Cooper used to be the guy who was in and out of 12-step meetings, he never paid attention or took suggestion from others. Today, he gives this 12-step program his all.

“In order for this program to work you have to be willing to do as much as you were willing to do to get high to stay sober.”

He was so committed to this program he would walk five or six miles just to get to a meeting. He finally accepted a Higher Power in his life and gave his willpower over to that Higher Power, Cooper believes his life has never been better.

“You can’t put into words how actually amazing this fellowship and life could be.”

15 comments
  1. Your amazing brat….love working with you. Your so funny and your smile make a bad day at work better. Keep smiling…

    Melissa S.

  2. I’ve known Cooper for a few years now, sober and high- the latter was awful, seeing his usual humor and joy just wiped out.

    It’s great to see him doing well, his story proves that it doesn’t matter how many times you fall; The only thing that matters is that you get back up and keep trying.

  3. Cooper, I am very proud of you and it’s really nice to see your smile. I know you can do anything you set your mind to and you have a lot to give and share with others. I wish you the very best, Wendi 🙂

  4. It seems the addiction to him was all due to loneliness. And, reason behind his addiction is not only his fault it’s actually their parents’ fault too who didn’t care of him from early age.

  5. A relapse is always unfortunate but it happens.
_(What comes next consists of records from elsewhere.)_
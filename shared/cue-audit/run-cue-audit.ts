import { methodOf } from '../methods/methods.ts';
import type { Protocol } from '../protocol/protocol.ts';
import type { HeldChoice } from '../session/counted-trials.ts';
import type { RequestContent } from '../session/request-leaf.ts';
import type { RevealedKey } from '../session/revealed-key.ts';
import type { SessionState } from '../session/state.ts';
import { cueAudit } from './cue-audit.ts';
import type { CueAuditResult } from './cue-audit-result.ts';
import { cueTrials, type TimedEntry } from './cue-trials.ts';

/** The cue audit of a closed study: a pure function of its sealed protocol, its record and the answers beside it. */
export function runCueAudit(
  protocol: Pick<Protocol, 'method'>,
  states: readonly SessionState[],
  entries: readonly TimedEntry[],
  key: RevealedKey,
  held: readonly HeldChoice[],
  requests: readonly RequestContent[] = [],
): CueAuditResult {
  const method = methodOf(protocol.method);
  return cueAudit(method, cueTrials(method, states, entries, key, held, requests));
}
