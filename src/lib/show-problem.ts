import type { FieldPath, FieldValues, UseFormReturn } from 'react-hook-form';
import { Problem } from '#shared/problem.ts';

/** Whatever was thrown, as a Problem that can be shown. */
export function problemOf(error: unknown): Problem {
  if (error instanceof Problem) return error;
  return new Problem('internal', 'Something on this page failed. Reload it and try again.');
}

/** What went wrong, in a sentence for people. */
export function problemText(error: unknown): string {
  return problemOf(error).message;
}

/** For whoever chose to keep what they had typed, rather than to leave for the sign-in page. */
const signedOutMeanwhile =
  'You have been signed out meanwhile. What you typed is still here: sign in in another window, then send it again.';

/** Puts each fault that the server names on its field, and what belongs to none above the button. */
export function showProblem<Values extends FieldValues, Context, Parsed>(
  form: UseFormReturn<Values, Context, Parsed>,
  error: unknown,
): void {
  const problem = problemOf(error);
  const strays: string[] = [];
  for (const { pointer, detail } of problem.errors) {
    const name = nameOf(pointer);
    if (hasField(form, name)) form.setError(name as FieldPath<Values>, { type: problem.code, message: detail });
    else strays.push(detail);
  }
  const everythingIsPlaced = problem.errors.length > 0 && strays.length === 0;
  if (everythingIsPlaced) return;
  const message = problem.code === 'not-signed-in' ? signedOutMeanwhile : problem.message;
  form.setError('root.problem', { type: problem.code, message: [message, ...strays].join(' ') });
}

/** A JSON pointer (RFC 6901) as the form's dotted name. */
function nameOf(pointer: string): string {
  return pointer
    .split('/')
    .slice(1)
    .map((part) => part.replaceAll('~1', '/').replaceAll('~0', '~'))
    .join('.');
}

function hasField<Values extends FieldValues, Context, Parsed>(
  form: UseFormReturn<Values, Context, Parsed>,
  name: string,
): boolean {
  return name !== '' && form.getValues(name as FieldPath<Values>) !== undefined;
}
That being said you can always try again. Granted you must find it in yourself to truly change. I am proud of you man but for those who had relapse, do not give up….It is not a failure but I admit it is a huge set back.

  6. When you are feeling loneliness,alcohol or heroin or any other type of drug is not the solution,These things are very bad for our health.

  7. A voice of encouragement for Cooper because he is a very young boy with many options for fulfillment, dear spirit, the worst enemy is not your parents or your family but yourself, overcome your fears and fill those emotional voids with sports that require strong discipline. , read a book or meditate so you can control your anxiety, he fights with yourself because no one is going to save you, only God returns to the one who will completely fill your emptiness and make you feel full.

  8. Really inspiring man! You have struggled a lot and growing without parents Is not an easy work.
    Hats off to your inner will and everyone should know that relapse is not a sign of failure or end.

  9. There is always sense and hope in every post of yours. Relapse causes seems different a time to me. The ability to overcome this makes us the winner in cases like this, so keep moving till you win.

  10. He was addicted all because he felt he was alone and wasn’t cared for. I’m happy for you copper. Keep going great.

  11. Most times, the spirit of loneliness will lead to the feelings of unhappiness, misery and frustration which wouldn’t leave one alone. One needs to fight hard for happiness but we couldn’t ever seem to find it. Must people get this in taking of drugs and alcohol which is dangerous to their health and ends up being addictions. Thanks for sharing this relapse message to me.

  12. It sad to know that Cooper had parents who didn’t have time for him. It could be dificult for a child to have such an experience and still take the right path in life. Taking on the path of drugs and trying to stay clean then going back into it shows that he didn’t really understand the reason why he had to stop drugs. It is however good to know that he had the strength to understand that he had to live a better life and go back to rehab and is off drugs for good.

  13. Cooper is really a strong person, this is touchy after going through this post. Relapse sounds bad but that’s the first stage of healing. Thanks for this post guys

  14. This is very touching piece of story. Cooper you set your mind on it and you did it. You were caught up between been loved by your parents and got carried away but you did really overcome it. I wish you will get all the love you deserve.